Winbush took a biochemistry class with CSUMB instructor Dr. Arlene Haffa and was invited to work in Dr. Haffa’s lab. Winbush’s first research project, co-funded by the CSU Agricultural Research Institute (ARI), focused on pesticide bioremediation. When insecticides are used to control pests in agricultural crops, they can end up in the soil. Over time, sunlight and microbial activity degrade the insecticides. Haffa’s team hypothesized that if they could select bacteria that were particularly good at degradation, bacterial strains could be used to help rid soils of pesticide residues. They knew that most bacterial species cannot break down insecticides, but a few can, and these were the ones they wanted to identify.
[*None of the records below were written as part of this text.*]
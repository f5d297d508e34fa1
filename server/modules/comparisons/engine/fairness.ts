/**
 * Fairness warnings: what makes a comparison less than like-for-like (mixed correction standards,
 * different or unknown dynos, air too far apart, failed cross-checks, what the run-file engine had
 * to do to read a run, little rpm overlap, several bikes).
 */
import { type ComparisonWarning, MAX_PRESSURE_APART_KPA, MAX_TEMPERATURE_APART_C, MIN_OVERLAP_FRACTION } from '@shared/schemas/comparison';
import { cTo, kpaTo } from '@shared/analysis/units';
import { standardLabel } from './labels';
import type { Prepared } from './types';

// Both unit systems in warnings: they are read on screens and in PDFs of either (°F = °C × 1.8 + 32;
// 1 inHg = 3.38638 kPa, NIST SP 811).
const airTemp = (c: number) => `${c.toFixed(1)} °C / ${cTo(c, 'f').toFixed(1)} °F`;
const baro = (kpa: number) => `${kpa.toFixed(1)} kPa / ${kpaTo(kpa, 'inhg').toFixed(2)} inHg`;

/** The runs' own warnings (e.g. CONDITIONS_MISSING) followed by the warnings about the set. */
export function fairnessWarnings(all: Prepared[], baseline: Prepared): ComparisonWarning[] {
  const out: ComparisonWarning[] = all.flatMap((p) => p.warnings);
  const ids = all.map((p) => p.run.id);
  const list = (ps: Prepared[]) => ps.map((p) => `“${p.summary.name}”`).join(', ');

  const standards = new Set(all.map((p) => p.summary.correction.standard));
  if (standards.size > 1) {
    out.push({
      code: 'MIXED_CORRECTION',
      message: `The runs are corrected to different standards (${[...standards].map(standardLabel).join(', ')}); figures are only comparable under one standard. Choose a correction standard for all runs.`,
      runIds: ids,
    });
  }
  const dynos = new Map<string, string>();
  for (const p of all) if (p.summary.dynoId) dynos.set(p.summary.dynoId, p.summary.dynoName ?? 'unnamed dyno');
  if (dynos.size > 1) {
    out.push({
      code: 'DIFFERENT_DYNOS',
      message: `The runs were made on different dynos (${[...dynos.values()].join(', ')}); dynos read differently, so part of any difference may be the dyno.`,
      runIds: ids,
    });
  } else {
    const unknown = all.filter((p) => !p.summary.dynoId);
    if (unknown.length && unknown.length < all.length) {
      out.push({
        code: 'DYNO_UNKNOWN',
        message: `No dyno is recorded for ${list(unknown)}; check that every run was made on the same dyno.`,
        runIds: unknown.map((p) => p.run.id),
      });
    }
  }
  const spreadOf = (key: 'temperatureC' | 'baroKpa') => {
    const known = all.filter((p) => p.summary.conditions[key] !== null);
    if (known.length < 2) return null;
    const lo = known.reduce((a, b) => (b.summary.conditions[key]! < a.summary.conditions[key]! ? b : a));
    const hi = known.reduce((a, b) => (b.summary.conditions[key]! > a.summary.conditions[key]! ? b : a));
    return { lo, hi, apart: hi.summary.conditions[key]! - lo.summary.conditions[key]! };
  };
  const t = spreadOf('temperatureC');
  if (t && t.apart > MAX_TEMPERATURE_APART_C) {
    out.push({
      code: 'TEMPERATURE_APART',
      message: `Air temperature differs by ${t.apart.toFixed(1)} °C / ${(t.apart * 1.8).toFixed(1)} °F (${airTemp(t.lo.summary.conditions.temperatureC!)} for “${t.lo.summary.name}”, ${airTemp(t.hi.summary.conditions.temperatureC!)} for “${t.hi.summary.name}”); correction does not fully even out more than ${MAX_TEMPERATURE_APART_C} °C (${MAX_TEMPERATURE_APART_C * 1.8} °F).`,
      runIds: [t.lo.run.id, t.hi.run.id],
    });
  }
  const p = spreadOf('baroKpa');
  if (p && p.apart > MAX_PRESSURE_APART_KPA) {
    out.push({
      code: 'PRESSURE_APART',
      message: `Barometric pressure differs by ${p.apart.toFixed(1)} kPa / ${kpaTo(p.apart, 'inhg').toFixed(2)} inHg (“${p.lo.summary.name}” ${baro(p.lo.summary.conditions.baroKpa!)}, “${p.hi.summary.name}” ${baro(p.hi.summary.conditions.baroKpa!)}); more than ${MAX_PRESSURE_APART_KPA} kPa (${kpaTo(MAX_PRESSURE_APART_KPA, 'inhg').toFixed(2)} inHg) apart.`,
      runIds: [p.lo.run.id, p.hi.run.id],
    });
  }
  const mismatch = all.filter((x) => x.summary.identityStatus === 'mismatch');
  if (mismatch.length) {
    out.push({
      code: 'CROSS_CHECK_MISMATCH',
      message: `In ${list(mismatch)} power does not match torque × rpm (cross-check failed); check the file's columns and units before trusting the figures.`,
      runIds: mismatch.map((x) => x.run.id),
    });
  }
  out.push(...engineWarnings(all, list));
  for (const o of all) {
    if (o === baseline) continue;
    const lo = Math.max(o.summary.rpmMin, baseline.summary.rpmMin);
    const hi = Math.min(o.summary.rpmMax, baseline.summary.rpmMax);
    const narrower = Math.min(o.summary.rpmMax - o.summary.rpmMin, baseline.summary.rpmMax - baseline.summary.rpmMin);
    const overlap = Math.max(0, hi - lo);
    if (narrower > 0 && overlap < MIN_OVERLAP_FRACTION * narrower) {
      out.push({
        code: 'LITTLE_OVERLAP',
        message: `“${o.summary.name}” and the baseline share only ${Math.round(overlap)} rpm (${Math.round((overlap / narrower) * 100)} % of the narrower run's range); the area and average figures cover only that slice.`,
        runIds: [baseline.run.id, o.run.id],
      });
    }
  }
  const bikes = new Set(all.map((x) => x.summary.bikeId));
  if (bikes.size > 1) {
    out.push({
      code: 'SEVERAL_BIKES',
      message: `The runs come from ${bikes.size} different bikes; differences include everything that differs between the bikes, not only the parts.`,
      runIds: ids,
    });
  }
  return out;
}

const hasCode = (p: Prepared, code: string) => (p.run.warnings ?? []).some((w) => w.code === code);

/**
 * What the run-file engine flagged on the runs and that bears on the comparison: a run marked for
 * a check by hand (too many glitches), glitches dropped, a pull aborted early, engine speed
 * computed from road speed with a ratio.
 */
function engineWarnings(all: Prepared[], list: (ps: Prepared[]) => string): ComparisonWarning[] {
  const out: ComparisonWarning[] = [];
  const review = all.filter((p) => hasCode(p, 'GLITCHES_REVIEW'));
  if (review.length) {
    out.push({
      code: 'RUN_NEEDS_REVIEW',
      message: `${list(review)} ${review.length > 1 ? 'are' : 'is'} marked for review: more than a tenth of the samples were impossible engine-speed or load jumps and were dropped. Check the run's file and trace by hand before trusting its figures.`,
      runIds: review.map((p) => p.run.id),
    });
  }
  const glitches = all.filter((p) => hasCode(p, 'GLITCHES_DROPPED') && !hasCode(p, 'GLITCHES_REVIEW'));
  if (glitches.length) {
    out.push({
      code: 'GLITCHES_DROPPED',
      message: `In ${list(glitches)} a few samples with impossible engine-speed or load jumps were dropped before the curve was drawn; see the run's warnings for where.`,
      runIds: glitches.map((p) => p.run.id),
    });
  }
  const partial = all.filter((p) => hasCode(p, 'PULL_PARTIAL'));
  if (partial.length) {
    out.push({
      code: 'PARTIAL_PULL',
      message: `${list(partial)} ${partial.length > 1 ? 'are pulls' : 'is a pull'} aborted early (a partial sweep); figures above its last rpm are missing, not lower.`,
      runIds: partial.map((p) => p.run.id),
    });
  }
  const fromSpeed = all.filter((p) => hasCode(p, 'RPM_FROM_SPEED'));
  if (fromSpeed.length) {
    out.push({
      code: 'RPM_FROM_SPEED',
      message: `In ${list(fromSpeed)} engine speed was computed from road speed with a given ratio; the rpm axis is only right if that ratio fits the gear used.`,
      runIds: fromSpeed.map((p) => p.run.id),
    });
  }
  return out;
}
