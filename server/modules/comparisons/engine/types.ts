/**
 * Plain data the comparison engine works on: a run as read for a comparison (no ORM entity, no
 * database handle) and a run once prepared (corrected, smoothed, summarised).
 */
import type { NormalizedCurve } from '@shared/analysis/curve';
import type { ComparisonRunSummary, ComparisonWarning } from '@shared/schemas/comparison';

/** Default width of the rpm bands gains are reported in. */
export const DEFAULT_BAND_WIDTH = 1000;
/** Runs of one stage considered for its run-to-run spread (newest first). */
export const MAX_STAGE_RUNS = 12;

/** A run's stored (uncorrected) curve: rpm, lb·ft and hp at the same samples. */
export interface EngineCurve {
  rpm: number[];
  torqueLbft: number[];
  powerHp: number[];
  afr?: Record<string, number[]>;
}

/** One run as a comparison reads it (server/modules/comparisons/comparison-runs.ts fills it). */
export interface EngineRun {
  id: string;
  label: string | null;
  sequence: number;
  status: string;
  /** Null when the run has none, and for archive rows whose curve the caller did not ask for. */
  curve: EngineCurve | null;
  correctionStandard: string | null;
  correctionFactor: number | null;
  conditions: Record<string, unknown> | null;
  identityStatus: string | null;
  /** The run-file engine's warnings on the run (codes from src/shared/analysis/warnings.ts); absent = none known. */
  warnings?: { code: string; message?: string }[];
  createdAt: Date;
  bike: { id: string; make: string; model: string; year: number | null };
  /** The uploaded file the run came from (secondary text of its name); absent when the caller did not read it. */
  file?: { originalName: string; pullIndex: number; pullCount: number } | null;
  stage: { id: string; name: string; position: number } | null;
  session: { id: string; startedAt: Date; ambientTempC: number | null; baroKpa: number | null; humidityPct: number | null; dyno: { id: string; name: string } | null } | null;
}

/** A run corrected (and smoothed) for one comparison, with its summary and its own warnings. */
export interface Prepared {
  run: EngineRun;
  curve: NormalizedCurve;
  summary: ComparisonRunSummary;
  warnings: ComparisonWarning[];
}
Haffa’s team is working with Dr. Nathaniel Jue, also at CSUMB, who is using metagenomics and bioinformatics to identify the pesticide-degrading bacteria and discover the genes and metabolic pathways that allow these bacteria to live in pesticide-laden soils. This research is on-going, but they have already identified several bacteria taxa that appear to have pesticide degrading capabilities. 

Winbush worked on a second project co-funded by the ARI in which the team monitored soil anaerobic disinfestation. The idea was to force the soil to become anaerobic, which they theorized would decrease or eliminate pathogens. They accomplished this by adding a carbon source (rice bran), a potassium nitrate solution to the soil, and covered it with a thin plastic film to promote high temperatures (solarization) and inhibit oxygen, and left it on the field for three to six weeks. During this process, they monitored the gases emitted, as well as any greenhouse gases or volatile compounds emitted from the soil.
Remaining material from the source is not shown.